The mentality isn't, but the costs are US unique. You can afford to "explore" a bit of your youth if you're not going into 6 figures of debt.


Arguably the cause of the cultural shift is economic. Wages began stagnating in the early 1970s, which caused increased demand for diplomas as a way to increase wages. This is most striking in the number of students seeking law degrees, which shoots off at around the same time.


Yeah because in the 60s you could support a wife and 4 kids, buy a house and 2 cars, without a high school diploma, all before turning 25. There was no reason to go to college unless you were interested in learning.

These days you need a college degree just to afford a 1 bedroom apartment by the time you are 40.


We (America) made university educations super expensive. Causality is complicated, but it probably started as an effort to destroy the anti-war movement in the 70's.


"Most financial experts attribute he sudden increases that started in the 1970s with an influx of federal funding designed to make college more affordable."

https://educationdata.org/average-cost-of-college-by-year


Expensive things can be affordable. A house is expensive, but with stable employment and a bank loan you can afford it.

When we're talking about college costs, public schools are really the only institutions that matter. The Ivies (or even Ivy+) are a rounding error compared to the big midwestern land-grant universities and the UC and Cal State systems.

States have substantially reduced their per-student support for universities: https://www.ppic.org/publication/higher-education-funding-in...

This coincides with federal funding programs, but student loans are famously not dischargeable, which makes them more instruments of social control than conventional financial vehicles.


> Somewhere around the 1980s this started to shift and the proportions are now inverted.

Yeah, that's when the great "push for education" came, as well as neoliberalism which preached continuous hustling and individuality.
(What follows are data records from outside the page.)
@pytest.fixture()
def scored(suite_file, tmp_path, monkeypatch, capsys) -> Path:
    # A model that ignores "not": every negation pair keeps its label (a violation); "very" raises
    # its positive score, so every amplified pair is ok (strengthen).
    (tmp_path / "fe_vet_model.py").write_text(
        "def predict(texts):\n"
        "    out = []\n"
        "    for t in texts:\n"
        "        p = 0.9 if 'very' in t else 0.7\n"
        "        out.append({'label': 'positive', 'probabilities': {'positive': p, 'negative': 1 - p}})\n"
        "    return out\n", encoding="utf-8")
    monkeypatch.syspath_prepend(str(tmp_path))
    out = tmp_path / "results.jsonl"
    code, _, err = run(["score", suite_file, "--model", "fe_vet_model:predict", "-o", out], capsys)
    assert code == 0, err
    return out


def _decide(path: Path, *answers: tuple) -> Path:
    log = DecisionLog(path)
    for pid, decision, extra in answers:
        log.add(pid, decision, **extra)
    log.close()
    return path


def test_rejected_violations_disappear_from_show_and_gate(scored, tmp_path, capsys):
    ids = [p.id for p in _pairs()]
    neg = [i for k, i in enumerate(ids) if k % 2 == 0]  # the six negation pairs, all violated
    d = _decide(tmp_path / "d.jsonl", *[(i, "reject", {"reason": "ungrammatical"}) for i in neg[:4]],
                (neg[4], "accept", {}), (ids[1], "accept", {}))
    code, _, err = run(["gate", scored, "--limit", "negation.violation <= 0.5"], capsys)
    assert code == 1, err  # 6 of 6 violated
    code, out, err = run(["show", scored, "--vetted", d, "--json", tmp_path / "s.json"], capsys)
    assert code == 0, err
    summary = json.loads((tmp_path / "s.json").read_text(encoding="utf-8"))
    neg_row = summary["families"]["negation"]
    assert (neg_row["pairs"], neg_row["violations"], neg_row["rejected"], neg_row["vetted"]) == (2, 2, 4, 1)
    assert neg_row["confirmed"]["violations"] == 1 and neg_row["validity"] == pytest.approx(1 / 5)
    assert summary["vetted"]["rejected"] == 4 and summary["vetted"]["total"] == 12
    assert "6 of 12 pairs: 4 rejected and left out, 0 expectations changed" in out
    # With 4 of the 6 rejected, the 2 left still violate: the plain gate still fails ...
    code, _, err = run(["gate", scored, "--vetted", d, "--limit", "negation.violation <= 0.5"], capsys)
    assert code == 1
    # ... and so does the confirmed one (1 of 1 accepted pairs violated); with the last two
    # rejected as well, no violation is left.
    d2 = _decide(tmp_path / "d.jsonl", (neg[4], "reject", {"reason": "no-opinion"}), (neg[5], "reject", {"reason": "other"}))
    code, _, err = run(["show", scored, "--vetted", d2, "--json", tmp_path / "s2.json"], capsys)
    assert code == 0, err
    assert "negation" not in json.loads((tmp_path / "s2.json").read_text(encoding="utf-8"))["families"]


def test_changed_expectation_is_judged_again(scored, tmp_path, capsys):
    ids = [p.id for p in _pairs()]
    # negation pair 0 violated "flip"; as "hold" (the model kept its label) it is ok
    d = _decide(tmp_path / "d.jsonl", (ids[0], "change", {"should": "hold", "was": "flip"}))
    code, out, err = run(["show", scored, "--vetted", d, "--json", tmp_path / "s.json"], capsys)
    assert code == 0, err
    fams = json.loads((tmp_path / "s.json").read_text(encoding="utf-8"))["families"]
    assert fams["negation"]["violations"] == 5
    assert fams["negation"]["rules"]["negation/copula"]["should"] == "mixed"


def test_gate_on_confirmed_needs_vetted_and_judges_only_accepted(scored, tmp_path, capsys):
    ids = [p.id for p in _pairs()]
    code, _, err = run(["gate", scored, "--on", "confirmed", "--limit", "negation.violation <= 0.5"], capsys)
    assert code == 2 and "--vetted" in err
    d = _decide(tmp_path / "d.jsonl", (ids[1], "accept", {}), (ids[3], "accept", {}))  # two intensifier pairs, ok
    code, out, err = run(["gate", scored, "--vetted", d, "--on", "confirmed", "--limit", "intensifier.violation <= 0.1"], capsys)
    assert code == 0, out + err
    code, out, err = run(["gate", scored, "--vetted", d, "--on", "confirmed", "--limit", "negation.violation <= 0.1"], capsys)
    assert code == 1, out  # no negation pair was accepted: nothing confirmed is not a pass
    from pairflip.files import read_results
    from pairflip.report import summarize
    from pairflip.report.gate import check, parse_limit
    from pairflip.report.vetted import vet_results

    (outcome,) = check(summarize(vet_results(read_results(scored), d)), [parse_limit("negation.violation <= 0.1")], on="confirmed")
    assert not outcome.passed and "nothing confirmed" in outcome.note


def test_score_vetted_never_sends_rejected_pairs(suite_file, tmp_path, capsys, monkeypatch):
    seen = tmp_path / "seen.txt"
    (tmp_path / "fe_seen_model.py").write_text(
        f"def predict(texts):\n    open({str(seen)!r}, 'a').write('\\n'.join(texts) + '\\n')\n    return ['positive'] * len(texts)\n",
        encoding="utf-8")
    monkeypatch.syspath_prepend(str(tmp_path))
    pairs = _pairs()
    d = _decide(tmp_path / "d.jsonl", (pairs[0].id, "reject", {"reason": "ungrammatical"}))
    out = tmp_path / "r.jsonl"
    code, _, err = run(["score", suite_file, "--model", "fe_seen_model:predict", "-o", out, "--vetted", d], capsys)
    assert code == 0, err
    assert pairs[0].variant not in seen.read_text(encoding="utf-8").splitlines()
    head = json.loads(out.read_text(encoding="utf-8").splitlines()[0])
    assert head["vetted"]["rejected"] == 1 and head["vetted"]["total"] == 12
    code, out_text, err = run(["show", out], capsys)
    assert "1 rejected and left out" in out_text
And in the 90s, the ADA and other anti discrimination laws hit, and requiring a college degree was and still is a very useful pre-screening filter for HR to continue discrimination.
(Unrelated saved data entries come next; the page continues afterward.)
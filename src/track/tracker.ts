/**
 * The source tracker: follows several sources over time on the circle (or the sphere, when
 * candidates carry elevations, or the half-circle of a two-mic pair) and cuts each track's
 * activity into events. Pure and deterministic: one update() per hop, no clocks, no I/O; all
 * state lives in slots allocated once (maxTracks of them), so the steady state allocates
 * nothing per hop (event records and summaries are allocated when they are made).
 *
 * Per hop:
 * 1. predict every live track to the hop's time (angle-filter.ts);
 * 2. gate each candidate against each track by the Mahalanobis distance of its innovation;
 *    a candidate whose hop confidence x score is below minConfidence is ignored;
 * 3. assign candidates to confirmed tracks by global nearest neighbour (assignment.ts), then
 *    the leftovers to tentative tracks, and update the assigned tracks;
 * 4. a leftover candidate with hop confidence x score >= birthConfidence, outside every track's gate, starts a
 *    tentative track; it is confirmed (and gets the next track id) after confirmHits supported
 *    hops within confirmWindow hops, else dropped;
 * 5. confirmed tracks coast (prediction only, uncertainty growing to maxUncertaintyDeg) while
 *    unsupported and die after trackTimeoutS without support;
 * 6. the event cutter (event-cutter.ts) sees every live track every hop.
 *
 * Two sources closer than about gateSigma x bearingNoiseDeg look like one and share a track.
 */
import { RuntimeFailure } from '../errors.js';
import type { EventRecord } from '../records.js';
import { AngleFilterBank } from './angle-filter.js';
import { NearestNeighbourAssigner } from './assignment.js';
import { DirectionSums } from './direction-sums.js';
import { EventCutter, type HopLevels } from './event-cutter.js';
import { resolveTrackerOptions, type TrackerOptions, type TrackerSettings } from './options.js';
import type { HopObservation, TrackSummary, TrackUpdate } from './types.js';

const FREE = 0;
const TENTATIVE = 1;
const CONFIRMED = 2;

/** Score floor for the measurement variance bearingNoise^2 / score. */
const MIN_SCORE = 0.05;
/** Floor on cos(elevation) when widening the azimuth noise of high candidates. */
const MIN_COS_ELEVATION = 0.2;

const NO_EVENTS: readonly EventRecord[] = Object.freeze([]);

interface MutableUpdate {
  trackIds: (number | null)[];
  events: readonly EventRecord[];
}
It's also as I recall when tuition and student costs started to spike in the US which is probably more directly related than some "philosophical" change in the zeitgeist[0]. When students and parents start racking up debt like this, you become very interested in the fastest way to pay it back.
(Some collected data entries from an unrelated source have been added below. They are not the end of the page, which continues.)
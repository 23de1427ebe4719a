import { cancelOrderAndRefresh } from "@/lib/orders/cancel";
import { orderRoute, refundResponse } from "../../order-route";

export const dynamic = "force-dynamic";

export const POST = orderRoute(async ({ user, params }) => {
  const result = await cancelOrderAndRefresh({ orderId: params.id, actorId: user.id });
  // The order is cancelled whatever the payment service said; the status tells how the refunds went.
  return refundResponse(result.refunds, { from: result.from, to: result.to });
}, "cancel");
For me the impact of the university administrators as they chased higher endowments for more buildings with naming rights and expanded their own bureaucracies with direct hires that did not directly contribute to the faculty mission did more to alter the university experience than anything else.

[0]: https://educationdata.org/average-cost-of-college-by-year


An anecdote to add to this:

Me and most of my peers in college had the choice between two courses. Course A was interesting, yet vastly more challenging and therefore time consuming, with the additional downside of lower grade expectation. Course B was boring, a gentle breeze in comparison, yet with an almost guaranteed perfect grade.

Imagine which course most students choose?

Even if a student wants to take on the more interesting course, incentives matter, and the incentive is: better grades qualify for better compensated positions and prestigious degrees. Only students who didn't care about this or were confident enough in their ability did choose Course A. In the end, barely a handful of students out of hundreds went with A.


Well, the credentials defintely help to GET the first job. As a cog in the machine though you are most often valued for skills more than for credentials, at least in the U.S.